# Pipeline Stocks (PPL, IPL, ENB, TRP, KEY, ALA)



## Killer Z (Oct 25, 2013)

*Pipeline Stocks (PPL, IPL, ENB, TRP, KEY)*

All of these stocks have had an incredible run these past two years, however they have taken a significant hit over the past couple days. I thought I would canvas the crowd as to what their thoughts are on their respective positions in the pipelines (i.e. Buy, Sell, Partial Sell, Hold, etc.).

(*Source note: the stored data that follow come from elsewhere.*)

"""Error types shared by the numeric core.

``InputError`` is every problem caused by what a user gave us (a file, a
setting, a sample id). Callers (CLI, API, pages) catch it and show its message
as it is: exit code 2 on the command line, HTTP 400 in the API.
"""


class InputError(ValueError):
    """A problem with user input; the message names the file, row, column or value.

    ``field`` names the form field or JSON key at fault when there is one, so a
    page can show the message next to that field and the API can name it.
    """

    def __init__(self, message: str = "", *, field: str | None = None):
        super().__init__(message)
        self.field = field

IPL is one of my largest holdings, and thus far I have simply held my position. Look forward to hearing your comments.


----------



## AltaRed (Jun 8, 2009)

I believe all, or at least the majority, of them have financial metrics which remain in nosebleed territory. It is one thing to 'hold' existing positions for the long term as part of a 'buy and hold' strategy (as I do), but it would be nuts to be buying more at these levels. This problem should self-correct in the next 2 years as long term interest rates as measured by GoC bond yields move up 1-3 percentage points.

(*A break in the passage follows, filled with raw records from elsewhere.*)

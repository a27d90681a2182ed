"""Finding the table inside a sheet of rows: header row, units row, decimal mark.

Owns what the text and XLSX readers share: the error type, the ``Grid``
they hand to typing, spreadsheet column letters, skipping title and comment
rows above the header, recognising a units row under it, naming columns,
and guessing the decimal mark from a sample of cells.
"""

from __future__ import annotations

import math
import re
from dataclasses import dataclass, field

import numpy as np
import pandas as pd

from analysis.errors import InputError
from analysis.intake_cells import MISSING_MARKERS, looks_numeric


class IntakeError(InputError):
    """A file that cannot be read as a table; the message names file, row, column and value."""


@dataclass
class Grid:
    """Cells below the header, before typing.

    ``frame`` columns are the header names, each float64 (already numbers)
    or object (raw cells). ``row_numbers[i]`` is the spreadsheet row of
    ``frame`` row i (header row counted as in the file, title lines included; a
    record whose quoted cell spans several lines is one row, as in a spreadsheet).
    """

    frame: pd.DataFrame
    row_numbers: np.ndarray
    letters: dict[str, str]
    header_row: int
    file_type: str
    decimal: str = "."
    units: dict[str, str] = field(default_factory=dict)
    unnamed: set[str] = field(default_factory=set)  # names made up for blank header cells
    encoding: str | None = None
    delimiter: str | None = None
    sheet: str | None = None
    markers_read: bool = False  # the reader already read every marker spelling as missing


def column_letter(index: int) -> str:
    """Spreadsheet letter of a 0-based column index: 0 -> A, 26 -> AA."""
    letters = ""
    index += 1
    while index:
        index, rem = divmod(index - 1, 26)
        letters = chr(65 + rem) + letters
    return letters


def _is_blank(cell) -> bool:
    if cell.__class__ is str:
        return not cell.strip()
    if cell is None:
        return True
    if isinstance(cell, float) and math.isnan(cell):
        return True
    return isinstance(cell, str) and not cell.strip()


def is_comment_row(row) -> bool:
    """A row whose first non-blank cell starts with '#' (but is not an error marker like '#N/A')."""
    for cell in row:
        if _is_blank(cell):
            continue
        text = str(cell).strip()
        return text.startswith("#") and text.lower() not in MISSING_MARKERS
    return False


def filled(row) -> int:
    return sum(not _is_blank(c) for c in row)


def find_header(rows: list[list], filename: str) -> int:
    """Index of the header row: the first non-comment row about as wide as the table.

    Title rows ("Batch report, line 3") and comment rows above the header
    fill fewer cells than the data, so they are skipped.
    """
    candidates = [i for i, r in enumerate(rows) if filled(r) and not is_comment_row(r)]
    if not candidates:
        raise IntakeError(f"{filename}: no table found (only blank or comment lines).")
    widths = [filled(rows[i]) for i in candidates]
    typical = max(set(widths), key=lambda w: (widths.count(w), w))
    need = max(2, typical - max(1, round(0.25 * typical)))
    for i in candidates:
        if filled(rows[i]) >= need:
            return i
    return candidates[0]


def _is_missing(cell) -> bool:
    """Blank, or a missing-value marker ("NA", "ND", "-", ...): says nothing about a column's type."""
    return _is_blank(cell) or str(cell).strip().lower() in MISSING_MARKERS


def find_units_row(rows: list[list], header: int, decimal: str) -> int | None:
    """Index of a units row just under the header ("mg/L", "%", "°C"), or None.

    It is a units row when the columns that hold numbers further down hold
    short text there instead, in at least half of those columns.
    """
    below = [i for i in range(header + 1, len(rows)) if filled(rows[i]) and not is_comment_row(rows[i])]
    if len(below) < 2:
        return None
    cand, data = below[0], below[1 : 1 + max(3, min(50, 20_000 // max(1, len(rows[header]))))]
    width = max(len(rows[i]) for i in [cand, *data])
    numeric_cols = []
    for j in range(0, width, max(1, width // 2000)):  # wide tables: about 2000 columns decide
        cells = [rows[i][j] for i in data if j < len(rows[i]) and not _is_missing(rows[i][j])]
        if cells and sum(looks_numeric(c, decimal) for c in cells) >= 0.8 * len(cells):
            numeric_cols.append(j)
    if not numeric_cols:
        return None
    row = rows[cand]
    unit_like = 0
    for j in numeric_cols:
        cell = row[j] if j < len(row) else None
        if _is_blank(cell):
            continue
        text = str(cell).strip()
        if looks_numeric(cell, decimal) or text.lower() in MISSING_MARKERS or len(text) > 24:
            return None
        unit_like += 1
    return cand if unit_like >= max(1, math.ceil(0.5 * len(numeric_cols))) else None


_WRAP = re.compile(r"\s*[\r\n]+\s*")


def one_line(text: str) -> str:
    """A header or units cell wrapped over lines ("Lead" / "level") as one line: "Lead level"."""
    return _WRAP.sub(" ", text).strip()


def column_names(header: list, width: int, filename: str, header_row: int) -> tuple[list[str], set[str]]:
    """Header cells as unique column names; blank ones become "column C" (returned as the second item).

    A cell wrapped over lines (Alt+Enter in a spreadsheet) gives a one-line name.
    """
    names, unnamed = [], set()
    for j in range(width):
        cell = header[j] if j < len(header) else None
        if _is_blank(cell):
            names.append(f"column {column_letter(j)}")
            unnamed.add(names[-1])
        elif isinstance(cell, float) and cell.is_integer():
            names.append(str(int(cell)))
        else:
            names.append(one_line(str(cell)))
    seen: dict[str, int] = {}
    dupes = []
    for j, n in enumerate(names):
        if n in seen:
            dupes.append(f"'{n}' (columns {column_letter(seen[n])} and {column_letter(j)})")
        else:
            seen[n] = j
    if dupes:
        raise IntakeError(
            f"{filename}: the header (row {header_row}) names a column twice: {', '.join(dupes[:10])}. "
            "Give each column a unique name."
        )
    return names, unnamed


_COMMA_DEC = re.compile(r"^[<>]?\s*[+-]?(\d+),(\d+)$")
_POINT_DEC = re.compile(r"^[<>]?\s*[+-]?(\d+)\.(\d+)$")
_EURO_GROUPED = re.compile(r"^[+-]?\d{1,3}(\.\d{3})+,\d+$")
_ANGLO_GROUPED = re.compile(r"^[+-]?\d{1,3}(,\d{3})+\.\d+$")


def guess_decimal(cells, delimiter: str | None = None) -> str:
    """',' when the sample's numbers mostly use a decimal comma, else '.'.

    "1,234" alone is ambiguous (decimal or thousands) and is not counted;
    when nothing else decides, a ';'-separated file with such cells is read
    with a decimal comma, because ';' is chosen where ',' is the decimal mark.
    Common practice: lab exports from European sites write "0,05" and ';'.
    """
    comma = point = ambiguous = 0
    for cell in cells:
        if not isinstance(cell, str):
            continue
        text = cell.strip()
        for pattern, is_comma in ((_COMMA_DEC, True), (_POINT_DEC, False)):
            m = pattern.match(text)
            if m and (len(m.group(2)) != 3 or m.group(1).startswith("0") or len(m.group(1)) > 3):
                comma += is_comma
                point += not is_comma
            elif m and is_comma:
                ambiguous += 1
        if _EURO_GROUPED.match(text):
            comma += 1
        elif _ANGLO_GROUPED.match(text):
            point += 1
    if comma == point == 0 and ambiguous and delimiter == ";":
        return ","
    return "," if comma > point else "."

P.S. ALA is not a pipeline stock. It can best be described as a utility or midstream stock.


----------



## My Own Advisor (Sep 24, 2012)

I'm with AR on that analysis...re: buying lots more at these levels.

I tend to DRIP most of these stocks you mentioned and absolutely have no plans to sell; instead collect dividends, see them reinvested to buy more shares every month and quarter. Long-term holds.


----------



## Synergy (Mar 18, 2013)

My Own Advisor said:


> I'm with AR on that analysis...re: buying lots more at these levels.

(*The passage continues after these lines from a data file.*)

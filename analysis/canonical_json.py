"""Canonical JSON: the one byte form every LatentDesk hash is computed over.

New hashes use RFC 8785, the JSON Canonicalization Scheme (JCS) (A. Rundgren,
B. Jordan, S. Erdtman, 2020): UTF-8, no whitespace, object members sorted by
the UTF-16 code units of their names (section 3.2.3), numbers written as
ECMAScript writes an IEEE 754 double (section 3.2.2.3), strings with the
minimal escapes of section 3.2.2.2.  The ``rfc8785`` package (Trail of Bits)
does the serialising; this module only names the scheme, so anyone can
recompute a hash with any RFC 8785 implementation in any language.

Hashes written before RFC 8785 was adopted used a home-made form, Python's
``json.dumps(value, sort_keys=True, separators=(",", ":"))``, which differs
from RFC 8785 on some numbers (``1e-07``, ``1e+16``) and on the order of
names outside the Basic Multilingual Plane.  It came in two variants, each
named by the scheme recorded beside the hash:

- ``ld-json-1``: non-ASCII text kept as UTF-8 (the review log);
- ``ld-json-ascii-1``: non-ASCII text as ``\\uXXXX`` escapes (model files).

``legacy_canonical_json`` keeps them, for verifying those old hashes only.
"""

from __future__ import annotations

import hashlib
import json
from typing import Any

import rfc8785

RFC8785 = "rfc8785"
LEGACY_UTF8 = "ld-json-1"
LEGACY_ASCII = "ld-json-ascii-1"
SCHEMES = (RFC8785, LEGACY_UTF8, LEGACY_ASCII)


class CanonicalJSONError(ValueError):
    """A value with no canonical JSON form (NaN, infinity, an integer beyond 2**53, a non-text key, ...)."""


def canonical_json(value: Any) -> bytes:
    """The RFC 8785 canonical form of ``value`` (UTF-8 bytes).

    Values are JSON types: dict (text keys), list or tuple, str, int within
    +-(2**53 - 1), finite float, bool, None.  Anything else is a
    ``CanonicalJSONError`` naming the problem.
    """
    try:
        return rfc8785.dumps(value)
    except rfc8785.CanonicalizationError as exc:
        raise CanonicalJSONError(f"no canonical JSON (RFC 8785) for this value: {exc}") from exc


def legacy_canonical_json(value: Any, scheme: str) -> bytes:
    """The pre-RFC 8785 form named ``scheme`` (``ld-json-1`` or ``ld-json-ascii-1``); old hashes only."""
    if scheme not in (LEGACY_UTF8, LEGACY_ASCII):
        raise CanonicalJSONError(f"{scheme!r} is not a legacy canonical JSON scheme")
    ascii_only = scheme == LEGACY_ASCII
    try:
        text = json.dumps(value, sort_keys=True, separators=(",", ":"), ensure_ascii=ascii_only, allow_nan=False)
    except (TypeError, ValueError) as exc:
        raise CanonicalJSONError(f"no canonical JSON ({scheme}) for this value: {exc}") from exc
    return text.encode("ascii" if ascii_only else "utf-8")


def canonical_sha256(value: Any, scheme: str = RFC8785) -> str:
    """SHA-256 (hex) of ``value``'s canonical JSON under ``scheme`` (RFC 8785 unless told otherwise)."""
    if scheme == RFC8785:
        data = canonical_json(value)
    elif scheme in SCHEMES:
        data = legacy_canonical_json(value, scheme)
    else:
        raise CanonicalJSONError(f"unknown canonical JSON scheme {scheme!r} (known: {', '.join(SCHEMES)})")
    return hashlib.sha256(data).hexdigest()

I'm a bit confused, I thought AltaRed stated that the metrics are in "nosebleed territory" and that "it would be nuts to be buying more at these levels". If you agree with his post would not not turn off the DRIP's until the metrics start to make a little more sense?


----------



## avrex (Nov 14, 2010)

I agree. These stocks have lofty valuations.

I wouldn't specifically state Buy, Sell, etc. on these stocks
Instead, make sure you are *properly diversified.*

In my opinion, *pipeline stocks *should comprise no more than a *maximum of 15%* your entire *equity* portfolio.
If you have more than 15% (based on the last 2 year price run up), I would sell some.

However, if you have zero or very little pipelines in your portfolio, I would try to increase it to around 5-7% of your entire equity portfolio and collect some of the nice 3% dividends that these stocks provide.

Here is my current ranking:
1. TRP.TO - TransCanada
2. GEI.TO - Gibson Energy
3. PPL.TO - Pembina Pipeline
4. ENB.TO - Enbridge
5. KEY.TO - Keyera
6. VSN.TO - Veresen
7. IPL.TO - Inter Pipeline


----------



## AltaRed (Jun 8, 2009)

Synergy said:


> I'm a bit confused, I thought AltaRed stated that the metrics are in "nosebleed territory" and that "it would be nuts to be buying more at these levels". If you agree with his post would not not turn off the DRIP's until the metrics start to make a little more sense?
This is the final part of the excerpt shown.